Changes since v1 [1]:

- Combine this series with "Manual definition of Soft Reserved memory
  devices" [2] as the pre-requisites are required to test the device-dax
  facility, the device-dax changes are part of the justification for the
  numa-info reworks.

- Provide a generic version of numa data retrieval based on memblock for
  arm64 rather than adding a new / empty phys_to_target_node() stub
  alongside memory_add_physaddr_to_nid(). (Will)

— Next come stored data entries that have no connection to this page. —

package raster

import (
	"bytes"
	"errors"
	"fmt"
	"image"
	_ "image/jpeg" // what an underlay may be
	_ "image/png"
	"math"

	"golang.org/x/image/draw"
	"golang.org/x/image/math/f64"

	"enfilade/canvas/paint"
)

// MaxPhoto is how many pixels a photo may have: it takes four bytes for each, and a third more for its smaller levels.
const MaxPhoto = 64_000_000

// ReadPhoto decodes a PNG or JPEG, and turns one upright that says how the camera was held. It may run on any goroutine.
//
//   - Errors say what is wrong and what would be right: it is neither, it is damaged, or it is too large.
func ReadPhoto(data []byte) (*paint.Photo, error) {
	size, kind, err := image.DecodeConfig(bytes.NewReader(data))
	switch {
	case errors.Is(err, image.ErrFormat):
		return nil, errors.New("is neither a PNG nor a JPEG; save it as one of these")
	case err != nil:
		return nil, fmt.Errorf("cannot be read as a picture: %w", err)
	case size.Width*size.Height > MaxPhoto:
		return nil, fmt.Errorf("has %d × %d pixels; make it smaller, up to %d million pixels", size.Width, size.Height, MaxPhoto/1_000_000)
	}
	img, _, err := image.Decode(bytes.NewReader(data))
	if err != nil {
		return nil, fmt.Errorf("is a damaged %s: %w", kind, err)
	}
	return makePhoto(img, orientation(data)), nil
}

// leastLevel is the width or height below which a photo is not halved any more.
const leastLevel = 64

// NewPhoto makes a picture ready to be drawn at any zoom.
func NewPhoto(img image.Image) *paint.Photo { return makePhoto(img, 1) }

// makePhoto is NewPhoto of a picture that was held in one of the eight ways.
func makePhoto(img image.Image, held int) *paint.Photo {
	b := img.Bounds()
	full := image.NewRGBA(image.Rect(0, 0, b.Dx(), b.Dy()))
	draw.Draw(full, full.Rect, img, b.Min, draw.Src)
	full = upright(full, held)
	p := &paint.Photo{W: full.Rect.Dx(), H: full.Rect.Dy(), Levels: []*image.RGBA{full}}
	last := full
	for last.Rect.Dx() > leastLevel && last.Rect.Dy() > leastLevel {
		last = halved(last)
		p.Levels = append(p.Levels, last)
	}
	p.Light = mostlyLight(last)
	return p
}

// halved returns a picture half as large, each pixel the mean of four. An odd last row or column counts twice.
func halved(src *image.RGBA) *image.RGBA {
	w, h := src.Rect.Dx(), src.Rect.Dy()
	dst := image.NewRGBA(image.Rect(0, 0, (w+1)/2, (h+1)/2))
	for y := range dst.Rect.Dy() {
		r0 := src.Pix[2*y*src.Stride:]
		r1 := src.Pix[min(2*y+1, h-1)*src.Stride:]
		out := dst.Pix[y*dst.Stride : (y+1)*dst.Stride]
		for x := range dst.Rect.Dx() {
			i, j := 8*x, 4*min(2*x+1, w-1)
			for c := range 4 {
				out[4*x+c] = uint8((int(r0[i+c]) + int(r0[j+c]) + int(r1[i+c]) + int(r1[j+c]) + 2) / 4)
			}
		}
	}
	return dst
}

// mostlyLight reports whether a picture is more light than dark.
func mostlyLight(img *image.RGBA) bool {
	sum := 0
	for i := 0; i < len(img.Pix); i += 4 {
		sum += 299*int(img.Pix[i]) + 587*int(img.Pix[i+1]) + 114*int(img.Pix[i+2])
	}
	return sum > len(img.Pix)/4*1000*255/2
}

// photo draws a photo in its place: the level whose pixels come nearest from below to those of the device, bilinear.
func (d *baseDrawer) photo(op *paint.Op) {
	s := d.l.Images[op.Style]
	m := s.Place
	size := math.Sqrt(math.Abs(m[0]*m[4] - m[1]*m[3])) // device pixels in one of the photo's
	level := 0
	for level+1 < len(s.Photo.Levels) && size*float64(int(2)<<level) <= 1 {
		level++
	}
	src := s.Photo.Levels[level]
	kx, ky := float64(s.Photo.W)/float64(src.Rect.Dx()), float64(s.Photo.H)/float64(src.Rect.Dy())
	place := f64.Aff3{m[0] * kx, m[1] * ky, m[2], m[3] * kx, m[4] * ky, m[5]}
	tile := image.NewRGBA(d.Image.Rect)
	draw.ApproxBiLinear.Transform(tile, place, src, src.Rect, draw.Src, nil)
	blendPhoto(d.Image.Pix, tile.Pix, int(s.Strength*256+0.5), s.Inverse)
}

// blendPhoto lays a picture with its own alpha over opaque pixels at a strength from 0 to 256.
func blendPhoto(dst, src []uint8, strength int, inverse bool) {
	for i := 0; i+3 < len(src) && i+3 < len(dst); i += 4 {
		a := int(src[i+3])
		if a == 0 {
			continue
		}
		r, g, b := int(src[i]), int(src[i+1]), int(src[i+2])
		if inverse { // c + (1 - max - min): the lightness of HSL turned round, hue and saturation as they are
			turn := a - max(r, g, b) - min(r, g, b)
			r, g, b = r+turn, g+turn, b+turn
		}
		dst[i] = over(dst[i], r, a, strength)
		dst[i+1] = over(dst[i+1], g, a, strength)
		dst[i+2] = over(dst[i+2], b, a, strength)
	}
}

// over lays a premultiplied channel c of alpha a over d.
func over(d uint8, c, a, strength int) uint8 {
	v := int(d)
	return uint8(v + ((c-v*a/255)*strength+128)>>8)
}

- Fix several corner case allocation bugs and pass the unit test written
  by Joao.

- Lift the restriction that a 'seed' device must be activated before a
  new seed can be created. This minor sanity check was to prevent userspace
  spamming devices, but it gets in the way of some of allocation
  scenarios like allocating a memory-range that is guaranteed to never be
  evicted due to memory-side-cache conflicts. (Iqbal)

- Add debug prints for space allocation decisions (Joao)

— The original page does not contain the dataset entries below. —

package raster

import (
	"image/color"
	"math"
	"testing"

	"pgregory.net/rapid"

	"enfilade/canvas/paint"
)

// inkOf draws one step in black on white and returns how many pixels' worth of ink it took.
func inkOf(l *paint.List, w, h int) float64 {
	b := &Base{W: w, H: h}
	b.Draw(&paint.List{K: 1}, w, h)
	for i := range b.Image.Pix {
		b.Image.Pix[i] = 255
	}
	l.K = 1
	var f Frame
	img := f.Draw(b, l)
	sum := 0.0
	for i := 0; i < len(img.Pix); i += 4 {
		sum += 255 - float64(img.Pix[i])
	}
	return sum / 255
}

// path returns a list with one step over one piece of path.
func path(op paint.Op, closed bool, phase float32, pts ...paint.Pt) *paint.List {
	op.Colour = color.NRGBA{A: 255}
	op.Subs = [2]int32{0, 1}
	return &paint.List{Ops: []paint.Op{op}, Points: pts, Subs: []paint.Sub{{Last: int32(len(pts)), Closed: closed, Phase: phase}}}
}

func stroked(s paint.StrokeStyle, closed bool, pts ...paint.Pt) *paint.List {
	l := path(paint.Op{Kind: paint.Stroke}, closed, 0, pts...)
	l.Strokes = []paint.StrokeStyle{s}
	return l
}

// TestStrokeInk: strokes take the area they should, by hand: length times width, caps and corners added.
func TestStrokeInk(t *testing.T) {
	a, b, c := paint.Pt{X: 20, Y: 20}, paint.Pt{X: 120, Y: 20}, paint.Pt{X: 120, Y: 80}
	for _, tc := range []struct {
		name string
		l    *paint.List
		want float64
	}{
		{"straight", stroked(paint.StrokeStyle{Width: 3}, false, a, b), 300},
		{"square ends", stroked(paint.StrokeStyle{Width: 4, Cap: paint.Square}, false, a, b), 416},
		{"round ends", stroked(paint.StrokeStyle{Width: 8, Cap: paint.RoundCap}, false, a, b), 800 + math.Pi*16},
		{"mitre", stroked(paint.StrokeStyle{Width: 4}, false, a, b, c), 4 * 160},
		{"round corner", stroked(paint.StrokeStyle{Width: 4, Join: paint.RoundJoin}, false, a, b, c), 4*160 - 4 + math.Pi},
		{"closed", stroked(paint.StrokeStyle{Width: 4}, true, a, b, c, paint.Pt{X: 20, Y: 80}), 4 * 320},
		{"dashes", stroked(paint.StrokeStyle{Width: 2, On: 6, Off: 4}, false, a, b), 2 * 60},
		{"dashes round a corner", stroked(paint.StrokeStyle{Width: 2, On: 6, Off: 4}, false, a, b, c), 2 * 96},
		{"tiny steps", stroked(paint.StrokeStyle{Width: 2}, false, a, paint.Pt{X: 20, Y: 20}, b), 200},
		{"a point with round ends", stroked(paint.StrokeStyle{Width: 8, Cap: paint.RoundCap}, false, a), math.Pi * 16},
	} {
		if got := inkOf(tc.l, 140, 100); math.Abs(got-tc.want) > 0.012*tc.want+0.6 {
			t.Errorf("%s: %.1f pixels of ink, want %.1f", tc.name, got, tc.want)
		}
	}
}

// TestDashPhase: a line that begins so far into its pattern has the dashes that the whole line has there.
func TestDashPhase(t *testing.T) {
	s := paint.StrokeStyle{Width: 2, On: 6, Off: 4}
	draw := func(x0 float32) []uint8 {
		l := path(paint.Op{Kind: paint.Stroke}, false, x0-10, paint.Pt{X: x0, Y: 5}, paint.Pt{X: 100, Y: 5})
		l.Strokes, l.K = []paint.StrokeStyle{s}, 1
		b := NewBase(&paint.List{K: 1}, 110, 10)
		var f Frame
		return f.Draw(b, l).Pix
	}
	whole, part := draw(10), draw(33)
	for i := 34 * 4; i < 110*4; i++ {
		if row := 5 * 110 * 4; whole[row+i] != part[row+i] {
			t.Fatalf("pixel %d differs", i/4)
		}
	}
}

// TestFillAgainstArea: a filled polygon takes the area the shoelace formula gives, wherever it lies in the picture.
func TestFillAgainstArea(t *testing.T) {
	rapid.Check(t, func(t *rapid.T) {
		c := paint.Pt{X: float32(rapid.Float64Range(60, 340).Draw(t, "x")), Y: float32(rapid.Float64Range(60, 240).Draw(t, "y"))}
		n := rapid.IntRange(3, 9).Draw(t, "n")
		pts := make([]paint.Pt, n)
		area := 0.0
		for i := range pts {
			r := rapid.Float64Range(5, 59).Draw(t, "r")
			sin, cos := math.Sincos(2 * math.Pi * float64(i) / float64(n))
			pts[i] = paint.Pt{X: c.X + float32(r*cos), Y: c.Y + float32(r*sin)}
		}
		for i, b := range pts {
			a := pts[(i+n-1)%n]
			area += float64(a.X-c.X)*float64(b.Y-c.Y) - float64(b.X-c.X)*float64(a.Y-c.Y)
		}
		area = math.Abs(area) / 2
		if got := inkOf(path(paint.Op{Kind: paint.Fill}, true, 0, pts...), 400, 300); math.Abs(got-area) > 0.01*area+1.5 {
			t.Fatalf("%v: %.1f pixels of ink, want %.1f", pts, got, area)
		}
	})
}

// TestHatchAgainstGeometry: hatching takes its share of the area, and its lines lie where the offset says.
func TestHatchAgainstGeometry(t *testing.T) {
	square := []paint.Pt{{X: 10, Y: 10}, {X: 110, Y: 10}, {X: 110, Y: 110}, {X: 10, Y: 110}}
	for _, rising := range []bool{false, true} {
		l := path(paint.Op{Kind: paint.Hatch}, true, 0, square...)
		l.Hatches = []paint.HatchStyle{{Gap: 8, Width: 2, Rising: rising, Offset: 3}}
		if got, want := inkOf(l, 120, 120), 10000*2.0/8; math.Abs(got-want) > 0.02*want {
			t.Errorf("rising %v: %.0f pixels of ink, want a quarter: %.0f", rising, got, want)
		}
		b := NewBase(&paint.List{K: 1}, 120, 120)
		for i := range b.Image.Pix {
			b.Image.Pix[i] = 255
		}
		var f Frame
		img := f.Draw(b, l)
		period := 8 * math.Sqrt2
		for x := 12; x < 108; x++ {
			y := 60
			sum := float64(x) + 0.5 - (float64(y) + 0.5)
			if rising {
				sum = float64(x) + 0.5 + float64(y) + 0.5
			}
			off := math.Abs(math.Remainder(sum-3, period)) / math.Sqrt2 // across the lines
			dark := img.Pix[(y*120+x)*4] < 128
			if math.Abs(off-1) > 0.3 && dark != (off < 1) {
				t.Fatalf("rising %v: pixel %d is %g px off a line's middle, dark %v", rising, x, off, dark)
			}
		}
	}
}

// TestWashStrength: the wash has its strengths at the eye, at its bend and at its end, and nothing outside.
func TestWashStrength(t *testing.T) {
	l := path(paint.Op{Kind: paint.Wash}, true, 0, paint.Pt{X: 20, Y: 20}, paint.Pt{X: 420, Y: 20}, paint.Pt{X: 420, Y: 120}, paint.Pt{X: 20, Y: 120})
	l.Washes = []paint.WashStyle{{Eye: paint.Pt{X: 20, Y: 70}, Radius: 400, Near: 0.24, Mid: 0.17, Far: 0.10}}
	b := NewBase(&paint.List{K: 1}, 440, 140)
	for i := range b.Image.Pix {
		b.Image.Pix[i] = 255
	}
	l.K = 1
	var f Frame
	img := f.Draw(b, l)
	at := func(x, y int) float64 { return (255 - float64(img.Pix[(y*440+x)*4])) / 255 }
	for _, tc := range []struct {
		x    int
		want float64
	}{{21, 0.24}, {160, 0.17}, {90, 0.205}, {415, 0.10}, {290, 0.135}, {430, 0}, {10, 0}} {
		if got := at(tc.x, 70); math.Abs(got-tc.want) > 0.008 {
			t.Errorf("%d px from the eye the wash has %.3f, want %.3f", tc.x-20, got, tc.want)
		}
	}
	l.Washes[0].Rims, l.Washes[0].RimStrength = [2]float32{18, 8}, 0.1
	img = f.Draw(b, l)
	inner, mid, edge, out := at(200, 70), at(200, 26), at(200, 22), at(200, 18)
	if !(edge > mid+0.05 && mid > inner+0.05 && out == 0) {
		t.Errorf("along the border the wash has %.3f, %.3f, %.3f inwards and %.3f outside: it does not gather", edge, mid, inner, out)
	}
}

- Rebased on v5.8-rc2 which included resolving conflicts in the kmem
  driver and memremap_pages().

[1]: http://lore.kernel.org/r/158500767138.2088294.17131646259803932461.stgit@dwillia2-desk3.amr.corp.intel.com
[2]: http://lore.kernel.org/r/158489354353.1457606.8327903161927980740.stgit@dwillia2-desk3.amr.corp.intel.com/

---

The device-dax facility allows an address range to be directly mapped
through a chardev, or optionally hotplugged to the core kernel page
allocator as System-RAM. It is the mechanism for converting persistent
memory (pmem) to be used as another volatile memory pool i.e. the
current Memory Tiering hot topic on linux-mm.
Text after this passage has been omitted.